Sedona, AZ - At the March
10, 2008 Sedona City Council meeting, the Housing Commission sought
authorization from the Council to pursue three legislative
strategies that support affordable housing in the State of Arizona.
The Commission also sought support for continued funding of the
State Housing Trust Fund.
The request was approved by the City Council in a 6-1 vote.
The State Housing Trust Fund is funded
through the proceeds of sale of unclaimed property, and has been
administered by the Arizona Department of Housing since 1988 for a
number of housing programs, including mortgage foreclosure and
eviction prevention assistance, homeownership and rental housing
development, homeless and domestic violence shelter development,
down payment and closing cost assistance for first time homebuyers,
and fair housing education. In December, 2007 the Arizona Department
of Housing announced that a portion of this funding has been
suspended due to State budgetary deficits.
As background, the
Council recently approved an
affordable housing
policy that offers developers favorable zoning options if they
include affordable housing units in their developments; but the
policy is voluntary.
The Commission also wants to make residential
guest homes, known as 'accessory dwelling units,' available for
affordable housing. There is currently a City ordinance
prohibiting the rental of separate guest suites/homes.
Although
the Commission has made strides in expanding affordable housing in
Sedona, State law limits certain affordable housing initiatives they
wish to pursue.
Consequently, the Commission is seeking support
from the Council for the following State legislation:
| 1. |
Establish a uniform property tax assessment protocol for
deed-restricted housing that recognizes the below market
sales prices and the long-term limited profits owners can
realize.

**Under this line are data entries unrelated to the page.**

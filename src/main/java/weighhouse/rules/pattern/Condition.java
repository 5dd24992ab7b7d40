package weighhouse.rules.pattern;

/** What must hold of a metavariable beyond its kind. */
public sealed interface Condition
    permits SpanCondition, ValueCondition, IncludesCondition, FixedCondition, PlainCondition {

  /** Whether it holds of what the metavariable stands for; false where that cannot be told. */
  boolean holds(Bound bound, Situation situation);

  /** The other metavariable it speaks of; null if none. */
  default String other() {
    return null;
  }
}
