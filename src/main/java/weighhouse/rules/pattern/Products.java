package weighhouse.rules.pattern;

import java.util.List;
import weighhouse.formula.BinaryOp;
import weighhouse.formula.Expr;
import weighhouse.formula.UnaryOp;

/** Writes a product from its factors. */
final class Products {
  private static final Expr ONE = new Expr.Num(1, "1");

  private Products() {}

  /** The factors in their order, dividing by those that divide; factors of 1 are left out. */
  static Expr of(List<Factor> factors) {
    boolean negative = factors.stream().filter(Factor::isSign).count() % 2 == 1;
    Expr product = null;
    for (Factor factor : factors) {
      if (factor.isSign() || isOne(factor.node())) {
        continue;
      }
      if (product == null) {
        Expr first = factor.inverse() ? quotient(ONE, factor.node()) : factor.node();
        product = negative ? new Expr.Unary(UnaryOp.MINUS, first) : first;
      } else {
        product =
            factor.inverse()
                ? quotient(product, factor.node())
                : new Expr.Binary(BinaryOp.MULTIPLY, product, factor.node());
      }
    }
    return product == null ? ONE : product;
  }

  private static Expr quotient(Expr above, Expr below) {
    return new Expr.Binary(BinaryOp.DIVIDE, above, below);
  }

  private static boolean isOne(Expr node) {
    return node instanceof Expr.Num number && number.value() == 1;
  }
}
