package weighhouse.rules.pattern;

import java.util.EnumMap;
import java.util.List;
import java.util.Map;
import weighhouse.quantity.Kind;

/** The other forms in which a ratio stands in a workbook: as its reduction or its logarithm. */
final class Reduced {
  /** A kind and how a ratio is got from it. */
  record Form(Kind kind, Wrapping wrapping) {}

  private static final Map<Kind, List<Form>> FORMS = new EnumMap<>(Kind.class);

  static {
    FORMS.put(
        Kind.HAZARD_RATIO,
        List.of(
            new Form(Kind.HAZARD_REDUCTION, Wrapping.COMPLEMENT),
            new Form(Kind.LOG_HAZARD_RATIO, Wrapping.EXPONENTIAL)));
    FORMS.put(Kind.RATE_RATIO, List.of(new Form(Kind.LOG_RATE_RATIO, Wrapping.EXPONENTIAL)));
    FORMS.put(
        Kind.RISK_RATIO,
        List.of(
            new Form(Kind.RISK_REDUCTION, Wrapping.COMPLEMENT),
            new Form(Kind.LOG_RISK_RATIO, Wrapping.EXPONENTIAL)));
    FORMS.put(Kind.ODDS_RATIO, List.of(new Form(Kind.LOG_ODDS_RATIO, Wrapping.EXPONENTIAL)));
  }

  private Reduced() {}

  /** The wrapping by which a term of one kind becomes one of the kinds wanted; null if none. */
  static Wrapping toward(Iterable<Kind> wanted, Kind kind) {
    for (Kind ratio : wanted) {
      for (Form form : FORMS.getOrDefault(ratio, List.of())) {
        if (form.kind() == kind) {
          return form.wrapping();
        }
      }
    }
    return null;
  }
}
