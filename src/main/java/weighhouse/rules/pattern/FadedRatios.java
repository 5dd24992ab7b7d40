package weighhouse.rules.pattern;

import java.util.EnumSet;
import java.util.Set;
import weighhouse.quantity.Kind;
import weighhouse.quantity.Quantity;
import weighhouse.rules.term.Identity;
import weighhouse.rules.term.Operation;
import weighhouse.rules.term.Sample;
import weighhouse.rules.term.Term;

/**
 * Recognises a ratio that was faded, shared out or switched: whatever is 1 when the ratio is 1,
 * with everything else as it may be, is that ratio still. {@code 1-(1-HR)*w}, {@code HR^w}, {@code
 * IF(on,HR,1)} and {@code EXP(w*LN(HR))} are examples.
 */
final class FadedRatios {
  static final Set<Kind> RATIOS =
      EnumSet.of(
          Kind.HAZARD_RATIO,
          Kind.RATE_RATIO,
          Kind.RISK_RATIO,
          Kind.ODDS_RATIO,
          Kind.MORTALITY_RATIO,
          Kind.TIME_RATIO,
          Kind.RELATIVE_EFFECT);

  private static final int SAMPLES = 4;

  private final FormulaView view;

  FadedRatios(FormulaView view) {
    this.view = view;
  }

  /** The quantity told, unless nothing is told and the term is a faded ratio. */
  Quantity orElse(Term term, Quantity told) {
    if (RATIOS.contains(told.kind()) && isStretch(term)) {
      return Quantity.of(Kind.TIME_RATIO);
    }
    if (told.kind() != Kind.UNKNOWN || term.parts().isEmpty() || isAnotherMeasure(term)) {
      return told;
    }
    for (Term part : view.readTerms()) {
      if (part != term
          && part.parts().isEmpty()
          && term.contains(part)
          && RATIOS.contains(view.quantity(part).kind())
          && isOneWith(term, part)) {
        return view.quantity(part);
      }
    }
    return told;
  }

  /** A ratio of hazards to a power of a curve's shape stretches time. */
  private boolean isStretch(Term term) {
    if (term.operation() != Operation.POWER) {
      return false;
    }
    Term exponent = term.parts().get(1);
    for (Term part : view.readTerms()) {
      if (exponent.contains(part) && view.quantity(part).kind() == Kind.CURVE_SHAPE) {
        return true;
      }
    }
    return false;
  }

  /**
   * A ratio that depends on the baseline (odds made into risks) or on a curve (hazards made into
   * times) is another measure.
   */
  private boolean isAnotherMeasure(Term term) {
    for (Term part : view.readTerms()) {
      boolean telling = view.isEvent(part) || view.quantity(part).kind() == Kind.CURVE_SHAPE;
      if (part.parts().isEmpty() && term.contains(part) && telling) {
        return true;
      }
    }
    return false;
  }

  private static boolean isOneWith(Term term, Term ratio) {
    boolean moves = false;
    for (int seed = 1; seed <= SAMPLES; seed++) {
      int size = term.id() + 1;
      if (!Identity.agree(new Sample(seed, size).with(ratio, 1).of(term), 1)) {
        return false;
      }
      moves |= !Identity.agree(new Sample(seed, size).with(ratio, 0.5).of(term), 1);
    }
    return moves;
  }
}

Under an affordable housing program, the
initial purchase price of a home is below what it would sell
for at regular market prices. Typically, the owner
agrees via deed restriction to limit the price at which the
home can be resold for a period of time to ensure that it
remains affordable.
In Arizona, there is no standard methodology for assessing
property taxes on affordable homes created under an
affordable housing program.
While the current Yavapai and Coconino County Assessors value
deed-restricted homes based on the below-market sales price and
long-term resale restrictions, there is no guarantee that future
assessors will take the same approach. The Housing Commission
believes it might be useful to pursue state legislation to require
that deed-restricted housing be assessed based on its below market
sales price and long-term resale restrictions for the period of
affordability. |
| 2. |
Enact enabling legislation that would allow each community
in Arizona to determine whether or not it
will require developers to include affordable housing in new
developments or redevelopment (inclusionary housing). Arizona statutes do not permit cities and towns to require that
developers include some affordable housing in new developments.
Other states, such as Wyoming, Massachusetts and California, do have
legislation that enables cities and towns to decide whether or not
to impose those requirements on new developments. Over 200
jurisdictions nationwide have adopted inclusionary housing as a
means of addressing their affordable housing needs.
Cities that have adopted inclusionary housing require that a
percentage of new residential units be sold or rented as affordable.
The affordability percentage, as well as the targeted income level,
the period during which the units must remain affordable, and any
incentives, are determined entirely by the locality.
The Arizona State Legislature passed legislation two years in a row
prohibiting any jurisdiction from adopting inclusionary housing.
Both bills were vetoed by the Governor. In 2006 Flagstaff
unsuccessfully tried
to get enabling legislation passed to allow inclusionary housing. |
| 3. |
Impose conditions on conversion of rental apartments to
condo ownership. The State’s Uniform Condominium Law currently prohibits
jurisdictions from imposing an ordinance or requirement on a
condominium that it would not impose on a physically identical
development under a different form of ownership. This has been
interpreted to mean that jurisdictions cannot impose conditions on
conversion of rental apartments to condo ownership.
Rental housing
is generally the most affordable housing option for a community’s
workforce. Given the very limited amount of rental apartments in
Sedona (only 4% of the City’s housing stock is rental apartments as
compared to 22% state-wide), and the growing inability of Sedona’s
workforce to find affordable housing in the community, condo
conversions are a serious threat to the community’s scarce stock of
affordable workforce housing. |
Should the Council support these strategies and the necessary
legislative initiatives, the Housing Commission would work with the
Verde Valley Housing Task Force and other localities, as well as
with nonprofit housing development organizations, to approach the
Arizona League of Cities and Towns about pursuing future
legislation.
Source: memo dated March 10, 2008 from
Jessica Williamson, Associate Planner and Audree Juhlin, Assistant
to the Director of Community Development to the Sedona City Council.